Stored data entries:
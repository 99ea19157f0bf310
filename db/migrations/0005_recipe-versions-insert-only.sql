-- Versions, their lines and release records are history: the database itself
-- refuses to change them. (Deleting follows only from deleting the workspace
-- or recipe, by cascade.)
CREATE FUNCTION barwright_refuse_update() RETURNS trigger LANGUAGE plpgsql AS $$
BEGIN
  RAISE EXCEPTION 'rows of % are insert-only', TG_TABLE_NAME USING ERRCODE = 'restrict_violation';
END;
$$;--> statement-breakpoint
CREATE TRIGGER recipe_versions_insert_only BEFORE UPDATE ON recipe_versions FOR EACH ROW EXECUTE FUNCTION barwright_refuse_update();--> statement-breakpoint
CREATE TRIGGER recipe_version_lines_insert_only BEFORE UPDATE ON recipe_version_lines FOR EACH ROW EXECUTE FUNCTION barwright_refuse_update();--> statement-breakpoint
CREATE TRIGGER recipe_releases_insert_only BEFORE UPDATE ON recipe_releases FOR EACH ROW EXECUTE FUNCTION barwright_refuse_update();
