CREATE TYPE "public"."batch_mass_unit" AS ENUM('g', 'kg', 't', 'bars');--> statement-breakpoint
CREATE TYPE "public"."batch_status" AS ENUM('planned', 'completed', 'cancelled');--> statement-breakpoint
CREATE TYPE "public"."machine_kind" AS ENUM('refiner', 'conche', 'tempering');--> statement-breakpoint
CREATE TYPE "public"."purchase_order_status" AS ENUM('drafted', 'sent', 'received', 'cancelled');--> statement-breakpoint
CREATE TYPE "public"."stock_movement_kind" AS ENUM('opening', 'received', 'used');--> statement-breakpoint
CREATE TABLE "batch_lines" (
	"id" uuid PRIMARY KEY DEFAULT gen_random_uuid() NOT NULL,
	"batch_id" uuid NOT NULL,
	"position" integer NOT NULL,
	"ingredient_id" uuid NOT NULL,
	"ingredient_name" text NOT NULL,
	"ingredient_kind" "ingredient_kind" NOT NULL,
	"percent" numeric(9, 4) NOT NULL,
	"mass_grams" numeric(18, 3) NOT NULL,
	"allergens" text[] NOT NULL,
	CONSTRAINT "batch_lines_position" UNIQUE("batch_id","position")
);
--> statement-breakpoint
CREATE TABLE "batches" (
	"id" uuid PRIMARY KEY DEFAULT gen_random_uuid() NOT NULL,
	"workspace_id" uuid NOT NULL,
	"code" text NOT NULL,
	"recipe_id" uuid NOT NULL,
	"version_id" uuid NOT NULL,
	"version_no" integer NOT NULL,
	"recipe_name" text NOT NULL,
	"chocolate_type" "chocolate_type" NOT NULL,
	"bar_mass_grams" numeric(8, 2) NOT NULL,
	"planned_for" date NOT NULL,
	"requested_amount" numeric(18, 3) NOT NULL,
	"requested_unit" "batch_mass_unit" NOT NULL,
	"requested_mass_grams" numeric(18, 3) NOT NULL,
	"total_mass_grams" numeric(18, 3) NOT NULL,
	"resolution_grams" numeric(10, 3) NOT NULL,
	"station_id" uuid,
	"station_name" text NOT NULL,
	"station_capacity_kg" numeric(14, 3),
	"machine_id" uuid,
	"machine_name" text,
	"machine_capacity_kg" numeric(14, 3),
	"load_count" integer NOT NULL,
	"loads" jsonb NOT NULL,
	"scale_notes" jsonb NOT NULL,
	"roast_preset_name" text,
	"roast_temperature_c" numeric(6, 1),
	"roast_minutes" numeric(6, 1),
	"refining_hours" numeric(6, 1),
	"conching_hours" numeric(6, 1),
	"notes" text,
	"status" "batch_status" DEFAULT 'planned' NOT NULL,
	"created_by_id" uuid,
	"cancelled_at" timestamp with time zone,
	"created_at" timestamp with time zone DEFAULT now() NOT NULL,
	"updated_at" timestamp with time zone DEFAULT now() NOT NULL,
	CONSTRAINT "batches_workspace_code" UNIQUE("workspace_id","code")
);
--> statement-breakpoint
CREATE TABLE "machines" (
	"id" uuid PRIMARY KEY DEFAULT gen_random_uuid() NOT NULL,
	"workspace_id" uuid NOT NULL,
	"name" text NOT NULL,
	"kind" "machine_kind" NOT NULL,
	"capacity_kg" numeric(14, 3) NOT NULL,
	"archived_at" timestamp with time zone,
	"created_at" timestamp with time zone DEFAULT now() NOT NULL,
	CONSTRAINT "machines_workspace_name" UNIQUE("workspace_id","name")
);
--> statement-breakpoint
CREATE TABLE "production_runs" (
	"id" uuid PRIMARY KEY DEFAULT gen_random_uuid() NOT NULL,
	"workspace_id" uuid NOT NULL,
	"batch_id" uuid NOT NULL,
	"started_at" timestamp with time zone NOT NULL,
	"ended_at" timestamp with time zone NOT NULL,
	"tolerance_percent" numeric(6, 3) NOT NULL,
	"notes" text,
	"recorded_by_id" uuid,
	"created_at" timestamp with time zone DEFAULT now() NOT NULL,
	CONSTRAINT "production_runs_batch" UNIQUE("batch_id")
);
--> statement-breakpoint
CREATE TABLE "run_lines" (
	"id" uuid PRIMARY KEY DEFAULT gen_random_uuid() NOT NULL,
	"workspace_id" uuid NOT NULL,
	"run_id" uuid NOT NULL,
	"batch_line_id" uuid NOT NULL,
	"position" integer NOT NULL,
	"actual_grams" numeric(18, 3) NOT NULL,
	"lot_code" text,
	"lot_id" uuid,
	"consumes_nibs" boolean DEFAULT false NOT NULL,
	CONSTRAINT "run_lines_position" UNIQUE("run_id","position")
);
--> statement-breakpoint
CREATE TABLE "weighing_stations" (
	"id" uuid PRIMARY KEY DEFAULT gen_random_uuid() NOT NULL,
	"workspace_id" uuid NOT NULL,
	"name" text NOT NULL,
	"resolution_grams" numeric(10, 3) NOT NULL,
	"capacity_kg" numeric(14, 3),
	"archived_at" timestamp with time zone,
	"created_at" timestamp with time zone DEFAULT now() NOT NULL,
	CONSTRAINT "weighing_stations_workspace_name" UNIQUE("workspace_id","name")
);
--> statement-breakpoint
CREATE TABLE "purchase_order_batches" (
	"order_id" uuid NOT NULL,
	"batch_id" uuid NOT NULL,
	CONSTRAINT "purchase_order_batches_order_id_batch_id_pk" PRIMARY KEY("order_id","batch_id")
);
--> statement-breakpoint
CREATE TABLE "purchase_order_lines" (
	"id" uuid PRIMARY KEY DEFAULT gen_random_uuid() NOT NULL,
	"order_id" uuid NOT NULL,
	"position" integer NOT NULL,
	"ingredient_id" uuid NOT NULL,
	"ingredient_name" text NOT NULL,
	"needed_kg" numeric(14, 3) NOT NULL,
	"quantity_kg" numeric(14, 3) NOT NULL,
	"pack_kg" numeric(14, 3),
	"packs" integer,
	"minimum_order_kg" numeric(14, 3),
	"price" numeric(16, 4),
	"currency" char(3),
	"price_unit" "price_unit",
	"quote_id" uuid,
	CONSTRAINT "purchase_order_lines_position" UNIQUE("order_id","position")
);
--> statement-breakpoint
CREATE TABLE "purchase_orders" (
	"id" uuid PRIMARY KEY DEFAULT gen_random_uuid() NOT NULL,
	"workspace_id" uuid NOT NULL,
	"number" text NOT NULL,
	"supplier_id" uuid NOT NULL,
	"status" "purchase_order_status" DEFAULT 'drafted' NOT NULL,
	"notes" text,
	"created_by_id" uuid,
	"sent_at" timestamp with time zone,
	"sent_to" text,
	"received_on" date,
	"cancelled_at" timestamp with time zone,
	"created_at" timestamp with time zone DEFAULT now() NOT NULL,
	"updated_at" timestamp with time zone DEFAULT now() NOT NULL,
	CONSTRAINT "purchase_orders_workspace_number" UNIQUE("workspace_id","number")
);
--> statement-breakpoint
CREATE TABLE "stock_movements" (
	"id" uuid PRIMARY KEY DEFAULT gen_random_uuid() NOT NULL,
	"workspace_id" uuid NOT NULL,
	"ingredient_id" uuid NOT NULL,
	"kind" "stock_movement_kind" NOT NULL,
	"mass_kg" numeric(14, 3) NOT NULL,
	"order_id" uuid,
	"run_id" uuid,
	"note" text,
	"created_at" timestamp with time zone DEFAULT now() NOT NULL
);
--> statement-breakpoint
ALTER TABLE "batch_lines" ADD CONSTRAINT "batch_lines_batch_id_batches_id_fk" FOREIGN KEY ("batch_id") REFERENCES "public"."batches"("id") ON DELETE cascade ON UPDATE no action;--> statement-breakpoint
ALTER TABLE "batch_lines" ADD CONSTRAINT "batch_lines_ingredient_id_ingredients_id_fk" FOREIGN KEY ("ingredient_id") REFERENCES "public"."ingredients"("id") ON DELETE restrict ON UPDATE no action;--> statement-breakpoint
ALTER TABLE "batches" ADD CONSTRAINT "batches_workspace_id_workspaces_id_fk" FOREIGN KEY ("workspace_id") REFERENCES "public"."workspaces"("id") ON DELETE cascade ON UPDATE no action;--> statement-breakpoint
ALTER TABLE "batches" ADD CONSTRAINT "batches_recipe_id_recipes_id_fk" FOREIGN KEY ("recipe_id") REFERENCES "public"."recipes"("id") ON DELETE restrict ON UPDATE no action;--> statement-breakpoint
ALTER TABLE "batches" ADD CONSTRAINT "batches_version_id_recipe_versions_id_fk" FOREIGN KEY ("version_id") REFERENCES "public"."recipe_versions"("id") ON DELETE restrict ON UPDATE no action;--> statement-breakpoint
ALTER TABLE "batches" ADD CONSTRAINT "batches_station_id_weighing_stations_id_fk" FOREIGN KEY ("station_id") REFERENCES "public"."weighing_stations"("id") ON DELETE set null ON UPDATE no action;--> statement-breakpoint
ALTER TABLE "batches" ADD CONSTRAINT "batches_machine_id_machines_id_fk" FOREIGN KEY ("machine_id") REFERENCES "public"."machines"("id") ON DELETE set null ON UPDATE no action;--> statement-breakpoint
ALTER TABLE "batches" ADD CONSTRAINT "batches_created_by_id_users_id_fk" FOREIGN KEY ("created_by_id") REFERENCES "public"."users"("id") ON DELETE set null ON UPDATE no action;--> statement-breakpoint
ALTER TABLE "machines" ADD CONSTRAINT "machines_workspace_id_workspaces_id_fk" FOREIGN KEY ("workspace_id") REFERENCES "public"."workspaces"("id") ON DELETE cascade ON UPDATE no action;--> statement-breakpoint
ALTER TABLE "production_runs" ADD CONSTRAINT "production_runs_workspace_id_workspaces_id_fk" FOREIGN KEY ("workspace_id") REFERENCES "public"."workspaces"("id") ON DELETE cascade ON UPDATE no action;--> statement-breakpoint
ALTER TABLE "production_runs" ADD CONSTRAINT "production_runs_batch_id_batches_id_fk" FOREIGN KEY ("batch_id") REFERENCES "public"."batches"("id") ON DELETE cascade ON UPDATE no action;--> statement-breakpoint
ALTER TABLE "production_runs" ADD CONSTRAINT "production_runs_recorded_by_id_users_id_fk" FOREIGN KEY ("recorded_by_id") REFERENCES "public"."users"("id") ON DELETE set null ON UPDATE no action;--> statement-breakpoint
ALTER TABLE "run_lines" ADD CONSTRAINT "run_lines_workspace_id_workspaces_id_fk" FOREIGN KEY ("workspace_id") REFERENCES "public"."workspaces"("id") ON DELETE cascade ON UPDATE no action;--> statement-breakpoint
ALTER TABLE "run_lines" ADD CONSTRAINT "run_lines_run_id_production_runs_id_fk" FOREIGN KEY ("run_id") REFERENCES "public"."production_runs"("id") ON DELETE cascade ON UPDATE no action;--> statement-breakpoint
ALTER TABLE "run_lines" ADD CONSTRAINT "run_lines_batch_line_id_batch_lines_id_fk" FOREIGN KEY ("batch_line_id") REFERENCES "public"."batch_lines"("id") ON DELETE cascade ON UPDATE no action;--> statement-breakpoint
ALTER TABLE "run_lines" ADD CONSTRAINT "run_lines_lot_id_bean_lots_id_fk" FOREIGN KEY ("lot_id") REFERENCES "public"."bean_lots"("id") ON DELETE restrict ON UPDATE no action;--> statement-breakpoint
ALTER TABLE "weighing_stations" ADD CONSTRAINT "weighing_stations_workspace_id_workspaces_id_fk" FOREIGN KEY ("workspace_id") REFERENCES "public"."workspaces"("id") ON DELETE cascade ON UPDATE no action;--> statement-breakpoint
ALTER TABLE "purchase_order_batches" ADD CONSTRAINT "purchase_order_batches_order_id_purchase_orders_id_fk" FOREIGN KEY ("order_id") REFERENCES "public"."purchase_orders"("id") ON DELETE cascade ON UPDATE no action;--> statement-breakpoint
ALTER TABLE "purchase_order_batches" ADD CONSTRAINT "purchase_order_batches_batch_id_batches_id_fk" FOREIGN KEY ("batch_id") REFERENCES "public"."batches"("id") ON DELETE cascade ON UPDATE no action;--> statement-breakpoint
ALTER TABLE "purchase_order_lines" ADD CONSTRAINT "purchase_order_lines_order_id_purchase_orders_id_fk" FOREIGN KEY ("order_id") REFERENCES "public"."purchase_orders"("id") ON DELETE cascade ON UPDATE no action;--> statement-breakpoint
ALTER TABLE "purchase_order_lines" ADD CONSTRAINT "purchase_order_lines_ingredient_id_ingredients_id_fk" FOREIGN KEY ("ingredient_id") REFERENCES "public"."ingredients"("id") ON DELETE restrict ON UPDATE no action;--> statement-breakpoint
ALTER TABLE "purchase_order_lines" ADD CONSTRAINT "purchase_order_lines_quote_id_price_quotes_id_fk" FOREIGN KEY ("quote_id") REFERENCES "public"."price_quotes"("id") ON DELETE set null ON UPDATE no action;--> statement-breakpoint
ALTER TABLE "purchase_orders" ADD CONSTRAINT "purchase_orders_workspace_id_workspaces_id_fk" FOREIGN KEY ("workspace_id") REFERENCES "public"."workspaces"("id") ON DELETE cascade ON UPDATE no action;--> statement-breakpoint
ALTER TABLE "purchase_orders" ADD CONSTRAINT "purchase_orders_supplier_id_suppliers_id_fk" FOREIGN KEY ("supplier_id") REFERENCES "public"."suppliers"("id") ON DELETE restrict ON UPDATE no action;--> statement-breakpoint
ALTER TABLE "purchase_orders" ADD CONSTRAINT "purchase_orders_created_by_id_users_id_fk" FOREIGN KEY ("created_by_id") REFERENCES "public"."users"("id") ON DELETE set null ON UPDATE no action;--> statement-breakpoint
ALTER TABLE "stock_movements" ADD CONSTRAINT "stock_movements_workspace_id_workspaces_id_fk" FOREIGN KEY ("workspace_id") REFERENCES "public"."workspaces"("id") ON DELETE cascade ON UPDATE no action;--> statement-breakpoint
ALTER TABLE "stock_movements" ADD CONSTRAINT "stock_movements_ingredient_id_ingredients_id_fk" FOREIGN KEY ("ingredient_id") REFERENCES "public"."ingredients"("id") ON DELETE restrict ON UPDATE no action;--> statement-breakpoint
ALTER TABLE "stock_movements" ADD CONSTRAINT "stock_movements_order_id_purchase_orders_id_fk" FOREIGN KEY ("order_id") REFERENCES "public"."purchase_orders"("id") ON DELETE set null ON UPDATE no action;--> statement-breakpoint
ALTER TABLE "stock_movements" ADD CONSTRAINT "stock_movements_run_id_production_runs_id_fk" FOREIGN KEY ("run_id") REFERENCES "public"."production_runs"("id") ON DELETE set null ON UPDATE no action;--> statement-breakpoint
CREATE INDEX "batch_lines_ingredient_idx" ON "batch_lines" USING btree ("ingredient_id");--> statement-breakpoint
CREATE INDEX "batches_workspace_created_idx" ON "batches" USING btree ("workspace_id","created_at");--> statement-breakpoint
CREATE INDEX "batches_recipe_idx" ON "batches" USING btree ("recipe_id");--> statement-breakpoint
CREATE INDEX "batches_version_idx" ON "batches" USING btree ("version_id");--> statement-breakpoint
CREATE INDEX "machines_workspace_idx" ON "machines" USING btree ("workspace_id");--> statement-breakpoint
CREATE INDEX "production_runs_workspace_idx" ON "production_runs" USING btree ("workspace_id");--> statement-breakpoint
CREATE INDEX "run_lines_lot_idx" ON "run_lines" USING btree ("lot_id");--> statement-breakpoint
CREATE INDEX "run_lines_batch_line_idx" ON "run_lines" USING btree ("batch_line_id");--> statement-breakpoint
CREATE INDEX "weighing_stations_workspace_idx" ON "weighing_stations" USING btree ("workspace_id");--> statement-breakpoint
CREATE INDEX "purchase_order_batches_batch_idx" ON "purchase_order_batches" USING btree ("batch_id");--> statement-breakpoint
CREATE INDEX "purchase_order_lines_ingredient_idx" ON "purchase_order_lines" USING btree ("ingredient_id");--> statement-breakpoint
CREATE INDEX "purchase_orders_workspace_idx" ON "purchase_orders" USING btree ("workspace_id","created_at");--> statement-breakpoint
CREATE INDEX "purchase_orders_supplier_idx" ON "purchase_orders" USING btree ("supplier_id");--> statement-breakpoint
CREATE INDEX "stock_movements_ingredient_idx" ON "stock_movements" USING btree ("workspace_id","ingredient_id");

- **About this task**: Among the records, how many lines include the string "EACH"? State the number and add nothing.

- **Expected answer**: 3